The above is a talk he gave for the Secular Student Alliance. In it, he discusses some run-ins that he's had with the Illinois Family Institute (mostly for being an atheist teacher in the public schools) and how, despite his (rightful) anger with them, he invited the primary voice to coffee and the two of them sat down and spent time together. After meeting face to face, they came away with a better understanding of one another. I'm sure they're not bffs or even really agree about much of anything, but there's more of a mutual respect there simply as fellow humans. I have nothing but deep respect for Hemant for reaching out to someone he probably didn't like very much, who had sought to cause him pain.

Yesterday I shared how I'm a bad mom. I'm lucky though, because my kids are still good kids. This past weekend, my oldest, who has been having a difficult time with one of her friends, called that friend and spent some time on the phone with her, fixing their relationship. She has heard some of the nasty things that this friend said about her behind her back, and she still took a deep breath and called her up to make things right. The courage it took to do that is really astounding to me.

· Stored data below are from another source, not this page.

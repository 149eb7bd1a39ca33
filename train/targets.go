package train

import (
	"encoding/json"
	"errors"
	"fmt"
	"math"

	"gonum.org/v1/gonum/mat"

	"github.com/skein-neuro/skein/data"
)

// TargetPrep is everything about the scores that is fitted on a training
// fold and then applied, unchanged, to both sides of the fold: the
// regression of confounds out of every score (cross-validated confound
// regression, Snoek, Miletić & Scholte 2019) and the standardization of
// the residual scores.
//
// For target t and participant i with covariates c_i, the model learns
//
//	z_it = (y_it − β_t·[1, c_i] − μ_t) / σ_t
//
// where β_t is the least-squares fit of y_t on [1, c] over the training
// rows (β_t = 0 without confounds) and μ_t, σ_t are the mean and SD of the
// residuals over the training rows. Missing scores (NaN) are left out of
// every fit; a missing covariate is replaced by its training mean.
//
// A TargetPrep fitted in B blocks (FitTargetPrepBlocks) holds B
// independent problems side by side, as a permutation test fits them: y
// has T·B columns and cov C·B, and target column t is regressed on
// covariate block b = t / T only (columns b·C to b·C + C − 1), so c_i
// above is participant i's covariates of block b.
//
// A TargetPrep works on score and covariate matrices (FitTargetPrep,
// Standardized, Observed, Unstandardize) and is also the preparation step
// "targets" of a Pipeline (a Residualizer): set Covariates and Blocks,
// then Fit on a cohort's training participants; Apply replaces the scores
// by z, Residual gives y − β·[1, c], Unscale maps predictions of z back
// onto that residual scale (z·σ + μ) and Invert onto score units
// (z·σ + μ + β·[1, c]).
type TargetPrep struct {
	// Covariates names the cohort covariates regressed out of the scores
	// (cv.confounds), C·B of them fitted in B blocks, block after block;
	// nil for none. Fit reads it; the matrix functions leave it nil.
	Covariates []string
	// Blocks is B; 0 means 1.
	Blocks int
	// Confounds holds (1 + C) × T coefficients, row 0 the intercept; nil
	// without confound regression. Fitted in blocks, row 1 + c of target
	// column t belongs to covariate c of the target's block.
	Confounds *mat.Dense
	// CovariateMean holds the training means of the confound columns
	// (C, or C·B fitted in blocks), used to fill missing covariates.
	CovariateMean []float64
	// Mean and SD standardize each target's residuals.
	Mean []float64
	SD   []float64
	// SiteLevels, set when the site is among the confounds
	// (cv.site_confound), lists the cohort's sites, sorted: the covariates
	// "site=NAME" are the one-hot columns of every site but the first.
	// New participants (skein predict) get these columns from their site
	// (AddSiteColumns).
	SiteLevels []string
}
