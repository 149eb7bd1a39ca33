package train

import (
	"context"
	"errors"
	"fmt"
	"hash/fnv"
	"log/slog"
	"math"
	"path/filepath"
	"runtime"
	"slices"
	"strings"
	"sync"
	"sync/atomic"
	"time"

	"gonum.org/v1/gonum/mat"

	"github.com/skein-neuro/skein/data"
	"github.com/skein-neuro/skein/model"
)

// Unit identifies one model trained on one fold of one repeat: the
// smallest piece of a run, independent of every other.
type Unit struct {
	Model  int // index into Design.Models
	Split  int // index into the run's splits
	Repeat int
	Fold   int
}

// EventKind says what an Event reports.
type EventKind int

// The kinds of Event.
const (
	UnitStarted EventKind = iota
	EpochDone
	UnitFinished
	// PermutationDone reports one permutation of one model finished by
	// RunPermutations; Finished and Total then count (model,
	// permutation) pairs, and Elapsed is the time since RunPermutations
	// started.
	PermutationDone
)

// Event reports progress of a run to a display or a log.
type Event struct {
	Kind  EventKind
	Model string
	Unit  Unit
	// Epoch is set for EpochDone.
	Epoch model.Epoch
	// Finished and Total count units of the whole run (permutations for
	// PermutationDone).
	Finished, Total int
	// Elapsed is the time since the run started.
	Elapsed time.Duration
	// Resumed is set on UnitFinished when the unit was read from its
	// checkpoint instead of trained.
	Resumed bool
}

// Result is what a run produces.
type Result struct {
	Splits []Split
	// Predictions are ordered by model (experiment order), repeat, fold,
	// participant (cohort order) and target (cohort order).
	Predictions []model.Prediction
	// ClassPredictions are the class probabilities of every model fitted
	// to the cohort's labels (model.Kind.NewClassifier), ordered as
	// Predictions: by model, repeat, fold, participant and label (cohort
	// order). A participant whose label is missing has none for it.
	ClassPredictions []model.ClassPrediction
	// Histories holds, per unit of an iteratively trained model, its
	// epochs.
	Histories map[Unit][]model.Epoch
	// Importance holds, per unit of a model.Interpreter, one p × p edge
	// importance map per target, computed on the unit's test fold.
	Importance map[Unit][]*mat.Dense
	// LabelImportance holds, per unit of a model whose classifiers are
	// model.ClassInterpreters, their edge importance maps on the unit's
	// test participants whose label is known: label by label (cohort
	// order), then as each classifier gives them, view after view and
	// decision value after decision value. A label whose test
	// participants are too few for the importance measure has none.
	LabelImportance map[Unit][]LabelMap
	// Choices holds, per unit of a model.Tuned, the settings the model
	// chose on its training fold from grids: one list per target (cohort
	// order), as model.Tuned.Choices returns them.
	Choices map[Unit][][]model.Choice
	// InnerLoss holds, per unit of a baseline (a model that is not a
	// network), the baseline's error on the fold's inner validation part,
	// by which a run may choose the reference of its comparison without
	// looking at the test folds. A fresh instance of the model, seeded as
	// the unit's, is fitted on the training part without the inner
	// validation part; InnerLoss[u][t] is its mean squared error
	//
	//	(1/nₜ) Σᵢ (ŷᵢₜ − zᵢₜ)²
	//
	// over the nₜ validation participants i with a score zᵢₜ for target
	// t, in standardized score units (the units the models learn), and
	// NaN when nₜ = 0. It is only computed when Design.InnerLoss is set
	// (the experiment names no comparison.reference that learns scores
	// and has at least two baselines that do), and only for folds with an
	// inner validation part (cv.inner_validation > 0).
	InnerLoss map[Unit][]float64
	// LabelLoss holds, per unit of a baseline fitted to the labels, as
	// InnerLoss does for the scores, the mean log loss on the fold's inner
	// validation part for the label (stratified by its classes,
	// InnerValidationByClass) of a fresh classifier fitted without it, per
	// label (cohort order):
	//
	//	−(1/n) Σᵢ log max(pᵢ,yᵢ, 10⁻¹⁵)
	//
	// over the n validation participants i with a class yᵢ; NaN when
	// n = 0. It is recorded when Design.LabelLoss is set.
	LabelLoss map[Unit][]float64
	// Units lists every unit of the run in order.
	Units []Unit
}

// Runner cross-validates every model of an experiment on a cohort. All
// models see the same splits, inner validation parts and target
// preparation, so their results are paired.
type Runner struct {
	Design *Design
	Cohort *data.Cohort
	// Jobs is how many units run at once; 0 means the number of CPUs.
	// Results do not depend on it.
	Jobs int
	// Logger receives structured log records; nil discards them.
	Logger *slog.Logger
	// OnEvent, when set, is called for every Event, never concurrently.
	OnEvent func(Event)
	// Checkpoints, when set, keeps one file per finished unit in this
	// folder; a unit whose checkpoint exists is read instead of retrained,
	// which is how an interrupted run resumes.
	Checkpoints *Checkpoints
	// Models, when set, is the folder where every fold's trained model is
	// saved (when the experiment asks for it and the model is a
	// model.Saver), as Models/NAME/rR-fF/, with its classifiers of class
	// labels in labels/LABEL/ below it (see Fitted).
	Models string

	newModel func(cfg ModelConfig, p, targets int, seed int64) (model.Regressor, error)
	// newClassifier, when set, builds every model's classifiers instead
	// of its kind's NewClassifier (tests), and makes every model learn
	// the labels.
	newClassifier func(cfg ModelConfig, p, classes int, seed int64) (model.Classifier, error)
	splits        []Split // when set, used instead of the experiment's folds
	// scoresOnly leaves out what only the report of a full run
	// needs: edge importance, grid choices and inner validation errors
	// (permuted and sample-size runs need none).
	scoresOnly bool
	// prepBlocks, when above 1, is the number of blocks of a permuted
	// cohort's scores and confounds (FitTargetPrepBlocks).
	prepBlocks int

	// Select, when not nil, restricts the run to these units: indices
	// into the list Units returns. The Result then holds only theirs.
	// This is how one unit of a batch job runs.
	Select []int
	// FromCheckpoints never trains: every unit must already be in
	// Checkpoints, and a missing one is a *MissingUnitsError. This is how
	// the units of a batch job are merged.
	FromCheckpoints bool
}

// MissingUnitsError lists the units FromCheckpoints did not find.
type MissingUnitsError struct {
	Units []int // indices into the list Units returns
	Names []string
}

func (e *MissingUnitsError) Error() string {
	return fmt.Sprintf("%d units have no checkpoint: %s", len(e.Units), strings.Join(e.Names, ", "))
}

// Units returns every unit of the run, in the order Run trains them and
// Select indexes them: model by model, then split by split.
func (r *Runner) Units() ([]Unit, error) {
	splits, err := r.planSplits()
	if err != nil {
		return nil, err
	}
	return unitsOf(len(r.Design.Models), splits), nil
}

func unitsOf(models int, splits []Split) []Unit {
	var units []Unit
	for m := 0; m < models; m++ {
		for s, split := range splits {
			units = append(units, Unit{Model: m, Split: s, Repeat: split.Repeat, Fold: split.Fold})
		}
	}
	return units
}

// planSplits returns the run's splits.
func (r *Runner) planSplits() ([]Split, error) {
	if r.splits != nil {
		return r.splits, nil
	}
	exp := r.Design
	if err := exp.CV.checkAgainst(r.Cohort); err != nil {
		return nil, err
	}
	return exp.CV.folds(exp.Seed, r.Cohort).Splits(len(r.Cohort.Participants))
}
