// edgeImportance returns in's edge importance on the fold's test
// participants. For a model that learns from standardized edges it is
// measured from the standardized zero matrix (EdgeScaler.Reference), so
// that it is gradient × input of the raw matrices, as for every other
// model (model.ReferenceInterpreter).
func (fd *foldData) edgeImportance(in model.Interpreter) ([]*mat.Dense, error) {
	if fd.scaler == nil {
		return in.EdgeImportance(fd.test)
	}
	ri, ok := in.(model.ReferenceInterpreter)
	if !ok {
		return nil, fmt.Errorf("%T learns from standardized edges but is not a model.ReferenceInterpreter", in)
	}
	ref, err := fd.scaler.Reference(fd.testCohort)
	if err != nil {
		return nil, err
	}
	return ri.EdgeImportanceFrom(fd.test, ref.Participants)
}

type unitOutput struct {
	predictions []model.Prediction
	history     []model.Epoch
	importance  []*mat.Dense
	choices     [][]model.Choice
	innerLoss   []float64
}

func (r *Runner) runUnit(ctx context.Context, unit Unit, cfg ModelConfig, fd *foldData,
	newModel func(ModelConfig, int, int, int64) (model.Regressor, error), emit func(Event)) (unitOutput, bool, error) {
	if r.Checkpoints != nil {
		if out, ok, err := r.Checkpoints.load(cfg.Name, unit); err != nil || ok {
			return out, ok, err
		}
	}
	if err := ctx.Err(); err != nil {
		return unitOutput{}, false, err
	}
	emit(Event{Kind: UnitStarted, Model: cfg.Name, Unit: unit})
	fd, err := fd.forModel(cfg)
	if err != nil {
		return unitOutput{}, false, err
	}
	seed := modelSeed(r.Design.Seed, unit.Repeat, unit.Fold)
	reg, err := newModel(cfg, r.Cohort.P(), len(r.Cohort.Targets), seed)
	if err != nil {
		return unitOutput{}, false, err
	}
	if it, ok := reg.(model.Iterative); ok {
		it.OnEpoch(func(e model.Epoch) { emit(Event{Kind: EpochDone, Model: cfg.Name, Unit: unit, Epoch: e}) })
	}
	if err := reg.Fit(ctx, fd.train, fd.valid); err != nil {
		return unitOutput{}, false, err
	}
	pred, err := reg.Predict(fd.test)
	if err != nil {
		return unitOutput{}, false, err
	}
	if rows, cols := pred.Dims(); rows != len(fd.test) || cols != len(fd.targetName) {
		return unitOutput{}, false, fmt.Errorf("predictions are %d × %d, want %d × %d", rows, cols, len(fd.test), len(fd.targetName))
	}
	if err := fd.prep.Unscale(fd.testCohort, pred); err != nil {
		return unitOutput{}, false, err
	}
	var out unitOutput
	for i, p := range fd.test {
		for t, target := range fd.targetName {
			obs := fd.observed.At(i, t)
			if math.IsNaN(obs) {
				continue
			}
			v := pred.At(i, t)
			if math.IsNaN(v) || math.IsInf(v, 0) {
				return unitOutput{}, false, fmt.Errorf("participant %s, target %s: prediction is %v: %w", p.ID, target, v, model.ErrDiverged)
			}
			out.predictions = append(out.predictions, model.Prediction{
				ParticipantID: p.ID, Model: cfg.Name, Target: target,
				Repeat: unit.Repeat, Fold: unit.Fold, Observed: obs, Predicted: v,
			})
		}
	}
	if it, ok := reg.(model.Iterative); ok {
		out.history = it.History()
	}
	if tuned, ok := reg.(model.Tuned); ok && !r.scoresOnly {
		if out.choices = tuned.Choices(); len(out.choices) != len(fd.targetName) {
			return unitOutput{}, false, fmt.Errorf("choices for %d targets, want %d", len(out.choices), len(fd.targetName))
		}
	}
	if wantsInnerLoss(r.Design, cfg) && fd.valid.Len() > 0 && !r.scoresOnly {
		fresh, err := newModel(cfg, r.Cohort.P(), len(r.Cohort.Targets), seed)
		if err != nil {
			return unitOutput{}, false, err
		}
		if out.innerLoss, err = innerLoss(ctx, fresh, fd); err != nil {
			return unitOutput{}, false, fmt.Errorf("inner validation error of the baseline (name comparison.reference to skip it): %w", err)
		}
	}
	if in, ok := reg.(model.Interpreter); ok && !r.scoresOnly {
		switch out.importance, err = fd.edgeImportance(in); {
		case errors.Is(err, model.ErrTooFewToExplain):
			// A test fold of one (leave-one-out) has no covariance:
			// this fold adds no map, the others still do.
			out.importance = nil
			if r.Logger != nil {
				r.Logger.Info("no edge importance for this fold", "model", cfg.Name, "repeat", unit.Repeat+1, "fold", unit.Fold+1, "reason", err.Error())
			}
		case err != nil:
			return unitOutput{}, false, fmt.Errorf("edge importance: %w", err)
		}
	}
	if saver, ok := reg.(model.Saver); ok && r.Models != "" && r.Design.SaveModels {
		if err := saveModel(filepath.Join(r.Models, unitPath(cfg.Name, unit)), saver, fd, r.Cohort, r.Design, cfg); err != nil {
			return unitOutput{}, false, fmt.Errorf("saving the model: %w", err)
		}
	}
	if r.Checkpoints != nil {
		if err := r.Checkpoints.save(cfg.Name, unit, out); err != nil {
			return unitOutput{}, false, err
		}
	}
	return out, false, nil
}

Last night I finally got around to listening to Andrew Marin's interview on Moody Radio from Monday. He was there to discuss the "I'm Sorry" project that they did during the Chicago pride parade. At the end of the interview, he took some calls. It was astounding to listen to one caller seriously chide Andrew for apologizing for how the Church has treated the LGBT community, telling him that she took "great offense" at his apology.

In Matthew 5, Jesus said:
Therefore, if you are offering your gift at the alter and there remember that your brother has something against you, leave your gift there in front of the alter. First go and be reconciled with your brother; then come and offer your gift.
Seriously? The atheist and the kid get it better than the adult Christian?

I guess it's time to go flip through the ol' brain and figure out who I need to be calling for some coffee!

Is there anyone that you have a particularly difficult time forgiving? What's stopping you?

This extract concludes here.